Texas Tribune graphic of gains in congressional seats

Texas Tribune graphic of gains in congressional seats

Texas has been growing (this we knew), but by enough to mean that we will get 4 new Congressional seats.  Much of our growth has been occurring in suburbs and exurbs, and we’ve been losing relative population in rural areas, so it will be interesting to see how our Congressional and Legislative seats are reapportioned.

How these district lines will be drawn are now up to the Legislature, who will draw the maps that they, themselves, will run in.  Obviously, this creates a serious conflict of interest, as instead of having voters choose their representatives, we have representatives choosing their voters.
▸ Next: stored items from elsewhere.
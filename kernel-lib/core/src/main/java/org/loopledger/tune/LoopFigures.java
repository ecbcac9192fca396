package org.loopledger.tune;

import org.loopledger.lti.Units;

/**
 * The figures a tuner screens a candidate loop gain with: lowest gain crossover, worst phase margin
 * over all gain crossovers, worst upper and lower gain margins over all phase crossovers, the peak of
 * |S| on the grid, and whether the closed loop is stable by the crossing count.
 *
 * @param crossoverRadPerS lowest gain crossover (NaN when |L| never crosses 1 in the band)
 * @param phaseMarginDeg   smallest phase margin over the gain crossovers (+inf when none)
 * @param gainMarginDb     smallest upper gain margin in dB (+inf when no phase crossover has |L| &lt; 1)
 * @param lowerGainMarginDb the gain reduction in dB (negative) that destabilises a conditionally stable loop (-inf when none)
 * @param sensitivityPeak  max |1/(1+L)| on the grid (Ms)
 * @param stable           closed loop stable by the Nyquist crossing count (open-loop poles assumed stable or on the axis)
 */
public record LoopFigures(double crossoverRadPerS, double phaseMarginDeg, double gainMarginDb, double lowerGainMarginDb,
                          double sensitivityPeak, boolean stable) {

    public double crossoverHz() { return Units.radPerSToHz(crossoverRadPerS); }

    @Override public String toString() {
        return "crossover " + Units.formatHz(crossoverHz()) + ", PM " + Units.g4(phaseMarginDeg) + " deg, GM " + Units.g4(gainMarginDb)
                + " dB, Ms " + Units.g4(sensitivityPeak) + (stable ? "" : ", UNSTABLE");
    }
}
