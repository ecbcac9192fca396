package org.loopledger.tune;

import org.loopledger.control.DriveTiming;
import org.loopledger.control.FilterChain;
import org.loopledger.control.Piv;
import org.loopledger.lti.Motion;

import java.util.List;

/**
 * What an auto-tune found: the PIV gains and filters, the achieved figures on every load case (from
 * an independent re-analysis), whether the spec is met, which constraint binds (or fails), and a short
 * trace of the search for the record.
 *
 * @param piv               the gains (Kp in 1/s, Kv, integral corner)
 * @param filters           the filters on the current command: the user's, plus a low-pass if the tuner placed one
 * @param timing            the drive timing the tuning assumed
 * @param cases             achieved figures per load case
 * @param limitsMet         every robustness limit (PM, GM, Ms, stability) met on every loop and load case, by the screen
 *                          and by the independent re-analysis
 * @param targets           every bandwidth target the spec states, checked on the re-analysis ({@link #targetChecks})
 * @param bindingConstraint the limit with the least headroom, or the one that fails
 * @param trace             search steps, one line each
 * @param evaluations       loop-gain evaluations screened
 * @param elapsedMs         wall time of the search in ms (left out of {@link #toString()} and the display, which must reproduce)
 * @param motion            rotary or linear axis, as the load cases said: the units the gains are shown in
 */
public record TuningResult(Piv piv, FilterChain filters, DriveTiming timing, TuningSpec spec, List<LoadCaseFigures> cases, boolean limitsMet,
                           List<TargetCheck> targets, String bindingConstraint, List<String> trace, long evaluations, double elapsedMs,
                           Motion motion) {
    public TuningResult {
        cases = List.copyOf(cases);
        targets = List.copyOf(targets);
        trace = List.copyOf(trace);
        if (motion == null) throw new IllegalArgumentException("say whether the axis is Motion.ROTARY or Motion.LINEAR");
    }

    /** A rotary axis. */
    public TuningResult(Piv piv, FilterChain filters, DriveTiming timing, TuningSpec spec, List<LoadCaseFigures> cases, boolean limitsMet,
                        List<TargetCheck> targets, String bindingConstraint, List<String> trace, long evaluations, double elapsedMs) {
        this(piv, filters, timing, spec, cases, limitsMet, targets, bindingConstraint, trace, evaluations, elapsedMs, Motion.ROTARY);
    }

    /**
     * The gains found. What the printouts call Kp is {@code piv().positionGainPerS()} (1/s), Kv is
     * {@code piv().velocity().velocityGain()} (plant-input units per rad/s, or per m/s on a linear axis) and the
     * integral corner {@code piv().velocity().integralCornerRadPerS()}; the notebook side's {@code display.DriveGains.of(piv(), motion())}
     * lists them in a drive's units. See {@link Piv} and {@link org.loopledger.control.VelocityPi}.
     */
    @Override public Piv piv() { return piv; }

    /**
     * The robustness half of the verdict: true when every limit of {@code spec.limits()} (phase margin, gain margin,
     * Ms, closed-loop stability) is met on every loop the tuner closes (velocity loop, position loop, loop broken at
     * the plant input) on every load case, both by the tuner's screen and by the independent re-analysis with
     * {@code analysis.Margins} ({@link #reanalysisMeetsSpec()}). It says nothing about bandwidth targets: a tuning
     * can meet every limit and still miss the stated velocity-crossover or position-bandwidth target, in which
     * case {@code limitsMet()} is true and {@link #specMet()} is false. Report {@link #specMet()} as the verdict.
     */
    @Override public boolean limitsMet() { return limitsMet; }

    /**
     * In words, the limit with the least headroom on the chosen tuning (what stopped a higher crossover), or the
     * limit or target that fails; "; re-analysis misses a limit" is appended when the screen passed a loop the
     * re-analysis rejects.
     */
    @Override public String bindingConstraint() { return bindingConstraint; }

    /**
     * The verdict: {@link #limitsMet()} (every robustness limit, screen and re-analysis) and every bandwidth target
     * the user stated reached on the re-analysis ({@link #targets()}, {@link #missedTargets()}). A target the user
     * stated is part of the spec: missing it makes this false even when every limit is met.
     */
    public boolean specMet() {
        return limitsMet && targets.stream().allMatch(TargetCheck::met);
    }

    /** The targets that were missed (empty when all are met or none was stated). */
    public List<TargetCheck> missedTargets() {
        return targets.stream().filter(t -> !t.met()).toList();
    }

    /** Checks every bandwidth target {@code spec} states against the re-analysed figures (worst load case). */
    public static List<TargetCheck> targetChecks(TuningSpec spec, List<LoadCaseFigures> cases) {
        List<TargetCheck> out = new java.util.ArrayList<>();
        if (spec.hasVelocityCrossoverTarget()) out.add(worst(TargetCheck.Kind.VELOCITY_CROSSOVER, spec.velocityCrossoverHz(), cases, false));
        else if (Double.isFinite(spec.maxVelocityCrossoverHz())) {
            out.add(worst(TargetCheck.Kind.VELOCITY_CROSSOVER_CEILING, spec.maxVelocityCrossoverHz(), cases, false));
        }
        if (spec.hasPositionBandwidthTarget()) out.add(worst(TargetCheck.Kind.POSITION_BANDWIDTH, spec.positionBandwidthHz(), cases, true));
        return out;
    }

    private static TargetCheck worst(TargetCheck.Kind kind, double askedHz, List<LoadCaseFigures> cases, boolean position) {
        double lowest = Double.POSITIVE_INFINITY;
        String where = "";
        for (LoadCaseFigures c : cases) {
            double f = position ? c.positionCrossoverHz() : c.velocityCrossoverHz();
            if (Double.isNaN(f)) return new TargetCheck(kind, askedHz, Double.NaN, c.label());
            if (f < lowest) {
                lowest = f;
                where = c.label();
            }
        }
        return new TargetCheck(kind, askedHz, lowest, cases.size() > 1 ? where : "");
    }

    /** The first line of the record: the verdict, and for a missed target by how much. */
    public String headline() {
        StringBuilder sb = new StringBuilder();
        if (specMet()) {
            sb.append("Spec met");
            if (!targets.isEmpty()) sb.append(" (").append(String.join("; ", targets.stream().map(TargetCheck::describe).toList())).append(')');
        } else {
            sb.append("Spec NOT met");
            List<String> why = new java.util.ArrayList<>();
            for (TargetCheck t : missedTargets()) why.add(t.describe());
            if (!limitsMet) why.add("a robustness limit is missed (see the binding constraint)");
            sb.append(": ").append(String.join("; ", why));
        }
        return sb.toString();
    }

    /**
     * Whether the independent re-analysis alone finds every loop of every load case within the spec's phase-margin,
     * gain-margin and Ms limits (compared strictly, without the screen's guard bands); bandwidth targets are not
     * part of it. {@link #limitsMet()} implies it for a result from {@link AutoTune}.
     */
    public boolean reanalysisMeetsSpec() {
        for (LoadCaseFigures c : cases) {
            if (!meets(c.velocityLoop()) || !meets(c.positionLoop()) || !meets(c.plantInput())) return false;
        }
        return true;
    }

    private boolean meets(org.loopledger.analysis.Margins m) {
        // strict: the re-analysis is the refined figure the user sees, so 44.96 deg does not meet "PM >= 45 deg"
        // (the screen's guard bands, TuningSpec.GUARD_*, keep the chosen loops clear of the limits)
        boolean pm = m.phaseMarginDeg().isEmpty() || m.phaseMarginDeg().getAsDouble() >= spec.minPhaseMarginDeg();
        boolean gm = m.gainMarginDb().isEmpty() || m.gainMarginDb().getAsDouble() >= spec.minGainMarginDb();
        boolean ms = m.sensitivityPeak().magnitude() <= spec.maxSensitivityPeak();
        return pm && gm && ms;
    }

    /** One line: the verdict and the binding constraint (the full report: {@code display.TuningReportText}). */
    @Override public String toString() { return headline() + " — binding: " + bindingConstraint; }

    /** The velocity crossover the tuning achieved on its worst (lowest) load case, in Hz. */
    public double worstVelocityCrossoverHz() {
        return cases.stream().mapToDouble(LoadCaseFigures::velocityCrossoverHz).min().orElse(Double.NaN);
    }
}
Some have guessed that the sudden party switch of the now-tilde-less Rep. Aaron Pena may be due to his desire to run for Congress– getting a seat at the table to carve up a custom-made Congressional seat would certainly make that tempting.  And this is exactly the kind of problem that we have when Legislators draw their own districts.
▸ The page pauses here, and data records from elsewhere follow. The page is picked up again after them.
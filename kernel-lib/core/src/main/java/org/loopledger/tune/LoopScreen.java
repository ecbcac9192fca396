package org.loopledger.tune;

/**
 * Screens a loop gain given on a grid as split arrays, in one pass and without allocation: the tuner's
 * hot loop. No arc tangent per point: the phase branch is tracked by counting crossings of the negative
 * real axis (where atan2 jumps by 2π), starting from the unwrapped phase at the lowest frequency,
 * which the caller knows analytically.
 * <ul>
 *   <li>gain crossovers where |L| crosses 1 (interpolated in log|L|); phase margin = unwrapped phase
 *       + 180° (the canonical definition, negative when the crossover lies beyond -180°);</li>
 *   <li>phase crossovers where Im L changes sign with Re L &lt; 0; |L| there gives the upper
 *       (|L| &lt; 1) or lower (|L| &gt; 1) gain margin;</li>
 *   <li>Ms = 1/min|1 + L| over the grid;</li>
 *   <li>stability, when asked, by the crossing rule for loops whose open-loop poles are stable or on
 *       the axis (Åström and Murray, Feedback Systems, 2nd ed., §10.2, simplified Nyquist criterion,
 *       from memory): passes of the negative real axis left of -1 must cancel, the loop must not start
 *       beyond -180° with |L| &gt; 1, and every gain crossover needs a positive phase margin.</li>
 * </ul>
 * The figures are linear interpolations between grid points; the tuner's final answer is re-analysed
 * independently by {@code analysis.Margins}.
 */
final class LoopScreen {
    private static final double TWO_PI = 2 * Math.PI;

    private LoopScreen() {}

    /**
     * @param re             Re L, first n entries used (not modified)
     * @param im             Im L (not modified)
     * @param phase0Rad      the unwrapped phase of L at omega[0]
     * @param countStability whether to apply the crossing rule (false for a loop whose stability follows from others)
     */
    static LoopFigures screen(double[] omega, double[] re, double[] im, int n, double phase0Rad, boolean countStability) {
        double crossover = Double.NaN, pmMin = Double.POSITIVE_INFINITY;
        double gmUpper = Double.POSITIVE_INFINITY, gmLower = Double.NEGATIVE_INFINITY;
        double minDist2 = (1 + re[0]) * (1 + re[0]) + im[0] * im[0];
        double turns = Math.rint((phase0Rad - Math.atan2(im[0], re[0])) / TWO_PI);
        int net = 0;
        double pr = re[0], pi = im[0], pm2 = pr * pr + pi * pi;
        boolean stable = !(pm2 > 1 && phase0Rad <= -Math.PI);
        for (int i = 1; i < n; i++) {
            double r = re[i], m = im[i];
            double m2 = r * r + m * m;
            double d2 = (1 + r) * (1 + r) + m * m;
            if (d2 < minDist2) minDist2 = d2;
            // crossing of the negative real axis in this interval, at fraction ta (or none)
            double ta = 2, dTurns = 0;
            if ((pi < 0) != (m < 0)) {
                double t = pi / (pi - m);
                double cr = pr + t * (r - pr);
                if (cr < 0) {
                    ta = t;
                    dTurns = pi < 0 ? -1 : 1; // -π → +π: the phase went down through -180° (mod 360°)
                    double mag = -cr, gmDb = -20 * Math.log10(mag);
                    if (mag < 1) {
                        if (gmDb < gmUpper) gmUpper = gmDb;
                    } else {
                        if (gmDb > gmLower) gmLower = gmDb;
                        net += pi < 0 ? 1 : -1;
                    }
                }
            }
            if ((pm2 - 1) * (m2 - 1) <= 0 && pm2 != m2) {
                double a = Math.log(pm2), b = Math.log(m2);
                double t = a / (a - b);
                double cr = pr + t * (r - pr), ci = pi + t * (m - pi);
                double k = t > ta ? turns + dTurns : turns;
                double pmDeg = Math.toDegrees(Math.atan2(ci, cr) + TWO_PI * k + Math.PI);
                if (Double.isNaN(crossover)) crossover = omega[i - 1] * Math.pow(omega[i] / omega[i - 1], t);
                if (pmDeg < pmMin) pmMin = pmDeg;
            }
            turns += dTurns;
            pr = r;
            pi = m;
            pm2 = m2;
        }
        boolean ok = !countStability || (stable && net == 0 && !(pmMin <= 0));
        return new LoopFigures(crossover, pmMin, gmUpper, gmLower, 1 / Math.sqrt(minDist2), ok);
    }
}
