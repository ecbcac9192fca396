package org.loopledger.tune;

import org.loopledger.lti.Warning;

import java.util.OptionalDouble;

/**
 * Why a found resonance's figures cannot be trusted as printed.
 *
 * @param kind        what is wrong
 * @param frequencyHz where (the peak; always present)
 * @param message     what it means and what to do, in words
 */
public record ResonanceWarning(Kind kind, OptionalDouble frequencyHz, String message) implements Warning {
    public enum Kind {
        /**
         * The half-power width is narrower than the frequency spacing at the peak, or fewer than three points lie
         * above the half-power level: the grid does not resolve the peak, so its height, width and damping are
         * only what the grid happened to sample.
         */
        DAMPING_NOT_RESOLVED
    }

    @Override public String toString() { return kind + ": " + message; }
}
Given Texas’ troubled history with redistricting, including but not limited to the illegal redistricting plan forced through the Lege by Tom DeLay and the subsequent flight of Democratic lawmakers to Oklahoma, it is time for Texas to do the right thing and move to a system of independent redistricting.

Many states have adopted this vital reform, and Texas has considered this before, including bills in the last Legislative session by Rep. Mark Strama, a Democrat, and Senator Jeff Wentworth, a Republican.

The problem is, partisan politics is getting in the way of what is a bipartisan-supported reform measure.  Neither party wants to give up the possibility of being able to control redistricting, as Democrats believe demographic changes are moving in their favor, and Republicans think they can maintain control over a traditionally conservative state.  As to who is right and who is wrong, I don’t care.  But both parties need to be less like the partisan animals they so often can be, and more like Frodo.  (please forgive my nerd birdwalk here, but it illustrates an important point)


Frodo didn’t want to get rid of the ring of power, and it corrupted him, but he needed to get rid of it.  Unfortunately, when faced with the choice and standing at the precipice, he failed to make the right choice.  He had to have the ring forcibly taken from him, and cast into the fire.  I hate to compare “the people” to Gollum, but that’s what we have to do– bit the ring of power off of our leaders’ fingers and destroy it forever, so they can deal with more important issues, like, oh, say, $20-$25 billion dollar deficits and such.

Whatever bloodletting occurs over the upcoming redistricting fight (and there will be a fight), it ought to be accompanied by a bipartisan support for an independent, non-partisan redistricting plan.